1. There can be no doubt that the complainants are entitled to the benefit of Taylor’s mortgage, both on the ground of the general doctrine, that any security taken by a surety from his principal enures to the creditor, and because of the consideration passing to Taylor. Although his assignment to Turner does not contain legal terms of conveyance of the property itself, and is neither witnessed nor acknowledged as a deed is required to be, yet it is in such condition as would justify a court of equity in reforming it into a proper assignment, between them, or treating it as such. Thompson v. Marshall, 36 Ala. 504; 1 Story’s Eq. Jur. § 115; M. & C. P. R. R. Co. v. Talman & Ralston, 15 Ala. 472. A mortgage of land partakes of the twofold nature of real and personal property.

2. The discharge in bankruptcy of Carlisle and Taylor does not destroy the right of the complainants to the security of the mortgage, given to them by the general law.
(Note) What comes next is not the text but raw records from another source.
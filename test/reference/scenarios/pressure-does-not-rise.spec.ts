import { compiledValveSeal } from '../../support/compiled-valve-seal';
import { fineGear } from '../../support/ossenholt-gear';
import { endedAt, readRamp } from '../../support/ramp-file';
import { driveRun, wayWalked } from '../../support/run-driver';
import { coldToAir, gaugeAtZero, sensorsInBand } from '../../support/valve-seal-rows';
import { writeUpTexts } from '../../support/write-up-texts';

describe('crankcase valve seal, cold half: the pressure cannot be raised past the band', () => {
  const walk = driveRun({
    procedure: compiledValveSeal(),
    half: 'cold',
    gear: fineGear,
    table: [
      ...coldToAir,
      ...sensorsInBand,
      ['11', { listen: endedAt(readRamp('demo-cold-never-seals'), 4.0), begins: 13 }],
      ['11', { listen: endedAt(readRamp('demo-cold-never-seals'), 4.0), begins: 13 }],
      ['11', { listen: endedAt(readRamp('demo-cold-never-seals'), 4.0), begins: 13 }],
      [
        '13',
        {
          commands: [
            { do: 'acknowledge-caution', caution: 0 },
            { do: 'cannot-measure', reason: 'the compressor runs dry' },
          ],
        },
      ],
      ...gaugeAtZero,
      ['18a', { commands: [{ do: 'cannot-measure', reason: 'the scan tool has no charge left' }] }],
    ],
  });

  it('walks the way of the table', () => {
    expect(wayWalked(walk)).toBe(
      '1 2d 2e 3 4 5 6 6a 7 8a 8b 9a 9b 9c 10 11 11b 9a 9b 9c 10 11 11b 9a 9b 9c 10 11 11b 13 15a 15b 15c 16 18a F12',
    );
  });

  it('reaches its finding with nothing left apart', () => {
    expect(walk.state.finding).toBe('notCompleted');
    expect(walk.state.disturbed).toEqual([]);
  });

  it('writes it up', () => {
    expect(writeUpTexts(walk)).toEqual({
      concern: [
        'Merrow Heron 1.6 turbo, silver, RO 4417, 84,210 km: Whistle at idle, hesitates under load.',
        'Trouble codes before the test: P0068 stored (step 3).',
      ].join(' '),
      cause: [
        'Not completed: whether the manifold valve seals is not known.',
        'The test ended at step 13, Where the air comes out: the compressor runs dry.',
        'Key on and engine off, manifold pressure was 94.2 ± 0.6 kPa (step 5).',
        'Key on and engine off, boost pressure was 93.9 ± 0.6 kPa (step 6).',
        'The pressure had been raised to 4.0 ± 0.3 kPa (step 11) above the air of the place.',
      ].join(' '),
      correction: [
        'Nothing was replaced.',
        'What was taken apart is back in its place.',
        'No code was cleared.',
        'Tested by Crankcase valve seal under regulated pressure, version 1 with G-12, S-3, L-2, T-4.',
      ].join(' '),
      customer:
        'The test of the crankcase valve could not be completed, so nothing was replaced and the cause is still open.',
    });
  });
});
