import type { RunHeader } from '../../../procedures/engine/showing';
import { scenarioOfVisit } from '../shared/practice/practice-scenarios';

/** The log that the practice bench offers for a practice run's ramp; undefined for real work. */
export function practiceRamp(
  header: RunHeader | undefined,
): { readonly path: string; readonly fileName: string } | undefined {
  return header?.kind === 'practice' ? scenarioOfVisit(header.visitId)?.ramp : undefined;
}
The bankrupt law preserves such a lien, and does not so much contemplate the destruction of the debt as a restraint of the remedy.

3. The question is broadly presented, whether a sale under an execution, issued on a judgment recovered in a court of the State during the late rebellion, defeats a mortgage made and recorded before the sale, but during the time the execution was in the hands of the sheriff. In Martin v. Hewitt (44 Ala. 418), and Barclay v. Blocker, at the last term, it was held that it would not, and that such judgments would not support executions. This has been the general tenor of the decisions of this court since Martin v. Hewitt. In Foster v. Moody, at January term, 1873, a sheriff’s deed, based on a sale under execution issued in August, 1866, on a judgment rendered in the circuit court of Alabama in September, 1862, was held to be a superior title to a sheriff’s deed, based on a subsequent sale-under a junior judgment. The ground of this decision was, that the provisional government, existing in the State between July, 1865, and July, 1868, allowed the enforcement by execution of the Confederate judgments; and as this was a case of completed execution, it ought not to be disturbed. The judgments rendered in the state courts during the Confederate domination have never been regarded otherwise than as valid, though not possessed of all the properties of domestic judgments. In Bush v. Glover, 47 Ala. 167, the issue and *377service of a summons and complaint in February, 1861, were deemed sufficient to support a judgment by default, rendered in September, 1866. The decisions of tbis court, referred to above, have been a rule of property until the subject of them has wellnigh passed away. Whatever may be the differences of opinion in respect to the properties which should be ascribed to these peculiar judgments, it will do no good now to treat the matter as an open question. Settlements have been made and property acquired on the faith of the construction heretofore given to them, which it would be wrong to disturb. The purchasers at the sheriff’s sale were apprised of the mortgage at the time of their purchase. The mortgagee probably did not know of the' execution in the hands of the sheriff. We decide that the lien of the mortgage must prevail over the lien of the execution.

The terms of the chancery court for Lee county are required to be held on Thursday after the first Monday after the fourth Monday in May, and on the first Monday in November, and may continue at each term until the business of the court is disposed of. It does not appear that any term of the court was held at an improper time. The entry nuno pro tuno of the submission of the cause and the note of evidence inflicts no injury on the appellant, whether made improperly or not. It does very well, standing of the term at which it was made. All of the evidence found in the transcript has received consideration.

The decree is affirmed ; with an amendment, requiring the sale first of that portion of the land not sold under the execution.